# Predapro troll weight



## SLB (Jul 8, 2010)

Has anyone tried them? these things look amazing, just bought one, but have not swam it yet. Be good to hear from someone who has
http://www.predapro.com/


----------



## koich (Jul 25, 2007)

I have never done that style of fishing before, but wow, that thing looks neat.


----------



## DennisT (Jan 2, 2012)

I have two - a big and small .

Courtesy of Safa - he has more success with his though .

Bait swims great with them ...


----------



## Bigdyl (Feb 13, 2012)

Where do u get them from Dennis? they look pretty good


----------



## DennisT (Jan 2, 2012)

Clive bought a few online - took a few months to get here though ...


----------



## killer (Dec 22, 2010)

Just another thing to spend your hard earned on sheeeeee!

Killer.


----------



## paulo (Nov 1, 2007)

Thanks for the post. I grabbed a couple. They look the goods and not too pricey. Anyone selling them in Aus I wonder?


----------



## Safa (Aug 4, 2006)

Cant get them here as far as I know ,I'm expecting the new modified ones shortly as I had a discussion with Clayton from predapro on some changes I think would be a good idea and they will now be made in chrome as far as I know,ill keep you updated.
They the best bait swimmer I've used due to the fact it does not matter how fast or slow you paddle you always know your bait will swim well ,there are no belly blow outs,in saying that i have only caught about 4 fish on them but then again I was getting nothing much to talk about on any rig.


----------



## Safa (Aug 4, 2006)

Chris I've had them a couple of months now but fishing has been slow for the Pelagius so I have not given them a true test.


----------



## dru (Dec 13, 2008)

That looks great!


----------



## SLB (Jul 8, 2010)

yeah i think they are the best chin weights i've seen so far, i agree on the colour change though. but if u want them you can get them on ebay and they only take 2 weeks max to get here, just ordered the larger size and can't wait for the bigger model coming out in august clayton said. should be good on the super clear days for the more natural no skirt approach.

here is the ebay link http://www.ebay.com.au/itm/NEW-Predapro ... bfc&_uhb=1

i think they are cheap for what the are.


----------



## ryan (May 30, 2012)

Just wondering if anyone found a cheaper way to get these the price is ok for the item but 20 buxs for postage on top of 20 bucks for the lure is alot makes them nearly 40 bucks a pop id like to try the smaller sized ones


----------



## paulo (Nov 1, 2007)

I have trolled them a few times without success.
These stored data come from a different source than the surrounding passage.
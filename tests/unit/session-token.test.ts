import { describe, expect, it } from 'vitest';
import { encode } from 'next-auth/jwt';
import { decodeSessionToken } from '@/lib/session-token';

// The cookie is issued by next-auth 4.24 (`encode`); these checks hold our reader to its format and
// to the refusals a session reader must make. Source: next-auth/jwt's own encode (the reference
// implementation of the format), and RFC 7516 (JWE) for what a tampered token must do: fail.
const secret = 'unit-test-secret-unit-test-secret-0000';

describe('decodeSessionToken', () => {
  it('reads the claims of a cookie next-auth issued', async () => {
    const token = await encode({ token: { sub: 'user-1', epoch: 3 }, secret });
    const claims = await decodeSessionToken(token, secret);
    expect(claims.sub).toBe('user-1');
    expect(claims.epoch).toBe(3);
  });

  it('reads cookies sealed with a second secret after the first (the key follows the secret)', async () => {
    const other = 'another-secret-another-secret-another-1';
    await decodeSessionToken(await encode({ token: { sub: 'a' }, secret }), secret);
    const claims = await decodeSessionToken(await encode({ token: { sub: 'b' }, secret: other }), other);
    expect(claims.sub).toBe('b');
  });

  it('refuses a cookie sealed with another secret', async () => {
    const token = await encode({ token: { sub: 'user-1' }, secret: 'not-the-server-secret-not-the-server-se' });
    await expect(decodeSessionToken(token, secret)).rejects.toThrow();
  });

  it('refuses a tampered cookie', async () => {
    const token = await encode({ token: { sub: 'user-1' }, secret });
    const parts = token.split('.');
    const cipher = parts[3];
    parts[3] = (cipher[0] === 'A' ? 'B' : 'A') + cipher.slice(1);
    await expect(decodeSessionToken(parts.join('.'), secret)).rejects.toThrow();
  });

  it('refuses an expired cookie (past the 15 s tolerance next-auth allows)', async () => {
    const token = await encode({ token: { sub: 'user-1' }, secret, maxAge: -60 });
    await expect(decodeSessionToken(token, secret)).rejects.toThrow();
  });

  it('refuses what is not a token at all', async () => {
    await expect(decodeSessionToken('not.a.token', secret)).rejects.toThrow();
    await expect(decodeSessionToken('', secret)).rejects.toThrow();
  });
});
More to do with where I was than the lure. They make a dead bait swim beautifully with very little rigging skill.


----------



## Marty75 (Oct 23, 2007)

Are these similar http://www.downriggershop.com.au/head-start-trolling-rigs.html

$55 for 4 rigs.

Marty


----------



## brolans (Aug 9, 2012)

I just got one myself and boy oh boy does it make a slimey swim well!!


----------



## matheolo (Jul 26, 2011)

it needs 4-5 knot speed to work well. Easy for a motor boat, not for a kayak


----------



## paulo (Nov 1, 2007)

brolans said:


> I just got one myself and boy oh boy does it make a slimey swim well!!
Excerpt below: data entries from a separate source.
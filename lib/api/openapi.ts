/**
 * The OpenAPI 3.1 description, generated from the same zod schemas the handlers validate
 * with. Each feature adds its operations to API_OPERATIONS; the authorisation test checks
 * that every route file under app/api/v1 has its operations listed here.
 */
import { z } from 'zod';
import { rolesWith, type Permission } from '@/lib/permissions';
import { inviteMemberSchema, updateMemberSchema } from '@/lib/members/schema';
import { createTokenSchema } from '@/lib/api-tokens/schema';
import { ingredientInputSchema } from '@/lib/ingredients/schema';
import { calcBatchSchema, createFormulaSchema, reviseFormulaSchema } from '@/lib/formulas/schema';

export interface ApiOperation {
  method: 'get' | 'post' | 'patch' | 'put' | 'delete';
  /** OpenAPI path, with {param} placeholders. */
  path: string;
  summary: string;
  tag: string;
  /** null for public operations. */
  permission: Permission | null;
  request?: z.ZodType;
  okStatus?: number;
}

export const API_OPERATIONS: ApiOperation[] = [
  { method: 'get', path: '/api/v1/me', summary: 'The caller, their current workspace and role, and the workspaces they can switch to', tag: 'Account', permission: 'account.self' },
  { method: 'get', path: '/api/v1/members', summary: 'Members and open invitations of the workspace', tag: 'Members', permission: 'members.manage' },
  { method: 'post', path: '/api/v1/members', summary: 'Invite a member by e-mail with a role', tag: 'Members', permission: 'members.manage', request: inviteMemberSchema, okStatus: 201 },
  { method: 'patch', path: '/api/v1/members/{membershipId}', summary: "Change a member's role or deactivate/reactivate them (the last administrator cannot be removed: 409)", tag: 'Members', permission: 'members.manage', request: updateMemberSchema },
  { method: 'delete', path: '/api/v1/invitations/{invitationId}', summary: 'Revoke an open invitation', tag: 'Members', permission: 'members.manage' },
  { method: 'get', path: '/api/v1/tokens', summary: "The caller's personal API tokens in this workspace (never the secrets)", tag: 'Account', permission: 'tokens.manage' },
  { method: 'post', path: '/api/v1/tokens', summary: 'Create a personal API token; the secret is in this response only', tag: 'Account', permission: 'tokens.manage', request: createTokenSchema, okStatus: 201 },
  { method: 'delete', path: '/api/v1/tokens/{tokenId}', summary: 'Revoke one of your tokens', tag: 'Account', permission: 'tokens.manage' },
  { method: 'get', path: '/api/v1/ingredients', summary: 'The ingredient library (query: q, kind, sort, dir, archived=include|only)', tag: 'Ingredients', permission: 'ingredients.read' },
  { method: 'post', path: '/api/v1/ingredients', summary: 'Add an ingredient of your own', tag: 'Ingredients', permission: 'ingredients.write', request: ingredientInputSchema, okStatus: 201 },
  { method: 'get', path: '/api/v1/ingredients/export', summary: 'The ingredient library as CSV (same query as the list)', tag: 'Ingredients', permission: 'ingredients.read' },
  { method: 'get', path: '/api/v1/ingredients/{ingredientId}', summary: 'One ingredient', tag: 'Ingredients', permission: 'ingredients.read' },
  { method: 'patch', path: '/api/v1/ingredients/{ingredientId}', summary: "Replace an ingredient's values (a typical value becomes the workspace's edited value)", tag: 'Ingredients', permission: 'ingredients.write', request: ingredientInputSchema },
  { method: 'delete', path: '/api/v1/ingredients/{ingredientId}', summary: 'Archive an ingredient (old revisions keep their snapshot)', tag: 'Ingredients', permission: 'ingredients.write' },
  { method: 'get', path: '/api/v1/formulas', summary: 'Formulas with the headline results of their latest revision (query: q)', tag: 'Formulas', permission: 'formulas.read' },
  { method: 'post', path: '/api/v1/formulas', summary: 'Create a formula (revision 1); lines may be in g, kg, lb, oz or % of fruit and are stored in grams', tag: 'Formulas', permission: 'formulas.write', request: createFormulaSchema, okStatus: 201 },
  { method: 'get', path: '/api/v1/formulas/{formulaId}', summary: 'A formula at its latest revision, with the full computation', tag: 'Formulas', permission: 'formulas.read' },
  { method: 'get', path: '/api/v1/formulas/{formulaId}/revisions', summary: 'Revision history, newest first', tag: 'Formulas', permission: 'formulas.read' },
  { method: 'post', path: '/api/v1/formulas/{formulaId}/revisions', summary: 'Save a new revision; 409 when baseRevision is no longer the latest (unless force)', tag: 'Formulas', permission: 'formulas.write', request: reviseFormulaSchema, okStatus: 201 },
  { method: 'get', path: '/api/v1/formulas/{formulaId}/revisions/{number}', summary: 'One revision', tag: 'Formulas', permission: 'formulas.read' },
  { method: 'post', path: '/api/v1/calc/batch', summary: 'Compute a posted formula (mass balance, end point, water activity, compliance, cautions); stores nothing', tag: 'Formulas', permission: 'calc.run', request: calcBatchSchema },
  { method: 'get', path: '/api/v1/openapi.json', summary: 'This description', tag: 'Meta', permission: null },
];

const errorSchema = {
  type: 'object',
  required: ['error'],
  properties: {
    error: {
      type: 'object',
      required: ['code', 'message'],
      properties: {
        code: { type: 'string' },
        message: { type: 'string' },
        fields: { type: 'object', additionalProperties: { type: 'array', items: { type: 'string' } } },
      },
    },
  },
} as const;

function schemaOf(schema: z.ZodType) {
  return z.toJSONSchema(schema, { io: 'input', unrepresentable: 'any', target: 'draft-2020-12' });
}

export function buildOpenApiDocument(serverUrl: string) {
  const paths: Record<string, Record<string, unknown>> = {};
  for (const op of API_OPERATIONS) {
    const params = [...op.path.matchAll(/\{(\w+)\}/g)].map((m) => ({
      name: m[1],
      in: 'path',
      required: true,
      schema: m[1] === 'number' ? { type: 'integer', minimum: 1 } : { type: 'string', format: 'uuid' },
    }));
    const errorRef = { description: 'Error', content: { 'application/json': { schema: { $ref: '#/components/schemas/Error' } } } };
    paths[op.path] ??= {};
    paths[op.path][op.method] = {
      summary: op.summary,
      tags: [op.tag],
      ...(op.permission
        ? { security: [{ bearerToken: [] }, { sessionCookie: [] }], 'x-setwell-roles': rolesWith(op.permission) }
        : { security: [] }),
      ...(params.length ? { parameters: params } : {}),
      ...(op.request ? { requestBody: { required: true, content: { 'application/json': { schema: schemaOf(op.request) } } } } : {}),
      responses: {
        [String(op.okStatus ?? 200)]: { description: 'Success', content: { 'application/json': { schema: { type: 'object' } } } },
        ...(op.permission ? { 401: errorRef, 403: errorRef } : {}),
        ...(params.length ? { 404: errorRef } : {}),
        ...(op.request ? { 400: errorRef, 422: errorRef } : {}),
        ...(op.method !== 'get' ? { 409: errorRef } : {}),
      },
    };
  }
  return {
    openapi: '3.1.0',
    info: {
      title: 'Setwell API',
      version: '1',
      description:
        'JSON API of Setwell. Authenticate with a personal API token (Authorization: Bearer swt_…) or the browser session. Errors always have the shape { "error": { "code", "message", "fields"? } }.',
    },
    servers: [{ url: serverUrl }],
    paths,
    components: {
      schemas: { Error: errorSchema },
      securitySchemes: {
        bearerToken: { type: 'http', scheme: 'bearer', description: 'A personal API token from Settings → API tokens' },
        sessionCookie: { type: 'apiKey', in: 'cookie', name: 'next-auth.session-token', description: 'Browser session; writes must carry a same-origin Origin header' },
      },
    },
  };
}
x2. Seems to wiggle just fine at yak speed but does go off even more when sailing.


----------



## SLB (Jul 8, 2010)

matheolo said:


> it needs 4-5 knot speed to work well. Easy for a motor boat, not for a kayak


been swimming these for awhile now and swim fine in a kayak


----------



## DennisT (Jan 2, 2012)

SLB said:


> matheolo said:
> 
> 
> > it needs 4-5 knot speed to work well. Easy for a motor boat, not for a kayak
> ...


Ditto


----------



## Paulos (Nov 7, 2012)

Haven't done too much trolling of dead baits but what's the advantage of this over slow trolling a livey? Is it purely that you are time poor or cant be bothered jigging up a few yakkas and slimeys and then managing them? I can understand if you don't have a decent bait reef near you, but a lot of you guys are fishing around Palmy etc where there are a few spots to jig them up.


----------



## kayakone (Dec 7, 2010)

matheolo said:


> it needs 4-5 knot speed to work well. Easy for a motor boat, not for a kayak


Hi Matheolo
We haven't heard from you for quite a while. Are you still catching big tailor, blue fish or shad (can't remember what you call them in Italy)?


----------



## Squidley (May 8, 2010)

Is that a hole for attaching the line/wire to the hook just behind the sinker?

I like the look of this, I was looking at getting some Head Starts but these seem they might be lighter and better suited to kayak trolling speeds.


----------



## Squidley (May 8, 2010)

salticrak said:


> I reckon i will stick to copperwire and a barrel sinker for now, unless you bastards start hooking heaps on this here exxy rig. I bet Nick uses them.


Copper wire with a barrel sinker on it and the two ends shoved up through the bottom middle of the head?


----------



## RhubarbTheYeti (Oct 28, 2013)

Squidley said:


> Copper wire with a barrel sinker on it and the two ends shoved up through the bottom middle of the head?


Is your partner happy with this


----------



## SLB (Jul 8, 2010)

Paulos said:


> Haven't done too much trolling of dead baits but what's the advantage of this over slow trolling a livey? Is it purely that you are time poor or cant be bothered jigging up a few yakkas and slimeys and then managing them? I can understand if you don't have a decent bait reef near you, but a lot of you guys are fishing around Palmy etc where there are a few spots to jig them up.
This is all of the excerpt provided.